Despite a remarkable increase in the number of publications on pharmacomicrobiomics in recent years, understanding of the relationship between the microbiome and the host remains limited. A suggestive 2018 study compares microbiome research to the growth of a child, indicating that it is transitioning from infancy to learning to walk, but has yet to mature to fully understand its environment (8). Throughout history, humans have maintained an intimate relationship with the microbial world. Many microorganisms operate in symbiosis and are essential for human health and well-being. The study of this relationship between microorganisms and humans has sparked significant interest within the scientific community, showcasing a promising field for exploration.

In conclusion, the variability in drug response poses a complex challenge. Pharmacomicrobiomics stands out as a promising field, especially in exploring the intestinal microbiota and its critical processes of drug accumulation and metabolism. Despite the growing research interest, our understanding of the relationship between the microbiome and the host remains limited. Nevertheless, this field presents vast opportunities for future research and groundbreaking discoveries.

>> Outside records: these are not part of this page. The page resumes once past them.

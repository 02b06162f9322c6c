//! The other process: pseudo-terminals with devices behind them.
//!
//! It prints the names of its ports, begins at a line on its standard input, ends at the next one or at its end, and then
//! prints what it sent.

use std::fs::File;
use std::io::{self, BufRead as _, Read as _, Write as _};
use std::os::fd::OwnedFd;
use std::sync::Arc;
use std::sync::atomic::{AtomicU32, Ordering};
use std::time::{Duration, Instant};

use ebbline::instrument::modbus_frame::sealed;
use rustix::fs::{Mode, OFlags};
use rustix::pty::OpenptFlags;
use rustix::termios::OptionalActions;

use super::ports::{A_SECOND, ASK, BYTES_A_SECOND, Device, Load, Speaks};

/// How often the ports are looked at: an adapter hands over what came in a millisecond.
const EVERY: Duration = Duration::from_millis(1);

/// Writes until told to stop.
pub(crate) fn write(load: Load) {
    let mut ports: Vec<Port> = load.devices().into_iter().map(Port::new).collect();
    for port in &ports {
        println!("{}", port.name);
    }
    let told = Arc::new(AtomicU32::new(0));
    let teller = Arc::clone(&told);
    std::thread::spawn(move || {
        for _ in io::stdin().lock().lines() {
            teller.fetch_add(1, Ordering::SeqCst);
        }
        // The listener is gone.
        teller.fetch_add(2, Ordering::SeqCst);
    });
    while told.load(Ordering::SeqCst) == 0 {
        std::thread::sleep(EVERY);
    }
    let began = Instant::now();
    let mut longest = Duration::ZERO;
    while told.load(Ordering::SeqCst) < 2 {
        let round = Instant::now();
        for port in &mut ports {
            port.attend(began.elapsed().as_secs_f64());
        }
        std::thread::sleep(EVERY);
        longest = longest.max(round.elapsed());
    }
    // What is begun is ended, and nothing more asked for is answered.
    let ended = Instant::now();
    while ports.iter().any(|port| !port.pending.is_empty()) && ended.elapsed().as_secs() < 2 {
        ports.iter_mut().for_each(Port::push);
        std::thread::sleep(EVERY);
    }
    let sent: u64 = ports.iter().map(|port| port.messages).sum();
    let held_back = ports.iter().map(|port| port.held_back).max().unwrap_or(0);
    println!("{sent} {held_back} {} {}", super::chain::cpu_s(), longest.as_secs_f64() * 1e3);
}

struct Port {
    device: Device,
    name: String,
    master: File,
    /// Held open, so that the near end does not fail before the listener opens it.
    _far: OwnedFd,
    /// Bytes that are not written yet.
    pending: Vec<u8>,
    input: Vec<u8>,
    messages: u64,
    bytes: u64,
    /// Most bytes that ever waited for room.
    held_back: u64,
}

impl Port {
    fn new(device: Device) -> Self {
        let master = rustix::pty::openpt(OpenptFlags::RDWR | OpenptFlags::NOCTTY).unwrap();
        rustix::pty::grantpt(&master).unwrap();
        rustix::pty::unlockpt(&master).unwrap();
        let name = rustix::pty::ptsname(&master, Vec::new()).unwrap().into_string().unwrap();
        rustix::fs::fcntl_setfl(&master, OFlags::NONBLOCK).unwrap();
        let flags = OFlags::RDWR | OFlags::NOCTTY | OFlags::NONBLOCK;
        let far = rustix::fs::open(name.as_str(), flags, Mode::empty()).unwrap();
        let mut modes = rustix::termios::tcgetattr(&far).unwrap();
        modes.make_raw();
        rustix::termios::tcsetattr(&far, OptionalActions::Now, &modes).unwrap();
        // The listener joins a stream at the end of a line, as it must.
        let pending = match device.speaks {
            Speaks::ByItself | Speaks::WithoutPause => b"\r\n".to_vec(),
            Speaks::WhenAsked | Speaks::Modbus => Vec::new(),
        };
        Self {
            device,
            name,
            master: File::from(master),
            _far: far,
            pending,
            input: Vec::new(),
            messages: 0,
            bytes: 0,
            held_back: 0,
        }
    }

    fn attend(&mut self, elapsed_s: f64) {
        match self.device.speaks {
            Speaks::ByItself => {
                while (self.messages as f64) < elapsed_s * A_SECOND {
                    self.say(self.device.line().as_bytes());
                }
            }
            Speaks::WithoutPause => {
                while (self.bytes as f64) < elapsed_s * BYTES_A_SECOND {
                    self.say(self.device.line().as_bytes());
                }
            }
            Speaks::WhenAsked => {
                self.hear();
                while let Some(at) = find(&self.input, ASK.as_bytes()) {
                    self.input.drain(..at + ASK.len());
                    self.say(self.device.line().as_bytes());
                }
            }
            Speaks::Modbus => {
                self.hear();
                let question = sealed(vec![1, 4, 0, 0, 0, 2]);
                while let Some(at) = find(&self.input, &question) {
                    self.input.drain(..at + question.len());
                    let answer = [[1, 4, 4].as_slice(), &self.device.registers()].concat();
                    self.say(&sealed(answer));
                }
            }
        }
        self.push();
    }

    fn say(&mut self, message: &[u8]) {
        self.pending.extend_from_slice(message);
        self.messages += 1;
        self.bytes += message.len() as u64;
    }

    fn hear(&mut self) {
        let mut buffer = [0; 256];
        while let Ok(read) = self.master.read(&mut buffer) {
            self.input.extend_from_slice(&buffer[..read]);
        }
    }

    /// Writes what there is room for; a real port would lose the rest.
    fn push(&mut self) {
        while !self.pending.is_empty() {
            match self.master.write(&self.pending) {
                Ok(written) => drop(self.pending.drain(..written)),
                Err(_) => {
                    self.held_back = self.held_back.max(self.pending.len() as u64);
                    return;
                }
            }
        }
    }
}

fn find(heard: &[u8], wanted: &[u8]) -> Option<usize> {
    heard.windows(wanted.len()).position(|window| window == wanted)
}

Itzae Adonai Gutierrez Hurtado, PhD

Professor and researcher at the Centro Universitario de Ciencias de la Salud, Universidad de Guadalajara; PhD in Human Genetics

References

[1] S. Rai, G., J. Rozario, C. (2023). Mechanisms of drug interactions II: pharmacokinetics and pharmacodynamics. Anaesthesia & Intensive Care Medicine (4):217–20.

[2] Torres C. N., Martínez, L. E., Torres, C, N., López, Q. A., Moreno, O. J., González, M. A.,etal. (2023). Pharmacomicrobiomics and Drug–Infection Interactions: The Impact of Commensal, Symbiotic and Pathogenic Microorganisms on a Host Response to Drug Therapy. Int J Mol Sci. 24(23):17100.

[3] Perez N., B., Dorsen C., Squires, A. (2020) Dysbiosis of the Gut Microbiome: A Concept Analysis. Journal ofHolistic Nursing 38(2):223–32.

[4] Peretti S, Torracchi S, Russo E, Bonomi F, Fiorentini E, Aoufy K El, et al. (2022). The Yin-Yang Pharmacomicrobiomics on Treatment Response in Inflammatory Arthritides: ANarrative Review. Genes (Basel);14(1):89.

[5] Alqahtani, M. S., Kazi, M., Alsenaidy, M. A., Ahmad, M. Z. (2021). Advances in Oral Drug Delivery. Front Pharmacol; 12.

[6] Jourova, L., Anzenbacher, P., Anzenbacherova, E. (2016). Human gut microbiota plays a role in the metabolism of drugs. Biomedical Papers; 160(3):317–26.

[7] Klünemann, M., Andrejev, S., Blasche, S., Mateus, A., Phapale, P., Devendran, S., et al. (2021) Bioaccumulation of therapeutic drugs by human gut bacteria. Nature; 597(7877):533–8.

[8] Staley, C., Kaiser, T., Khoruts, A. (2018). Clinician Guide to Microbiome Testing. Dig Dis Sci.; 63(12):3167–77.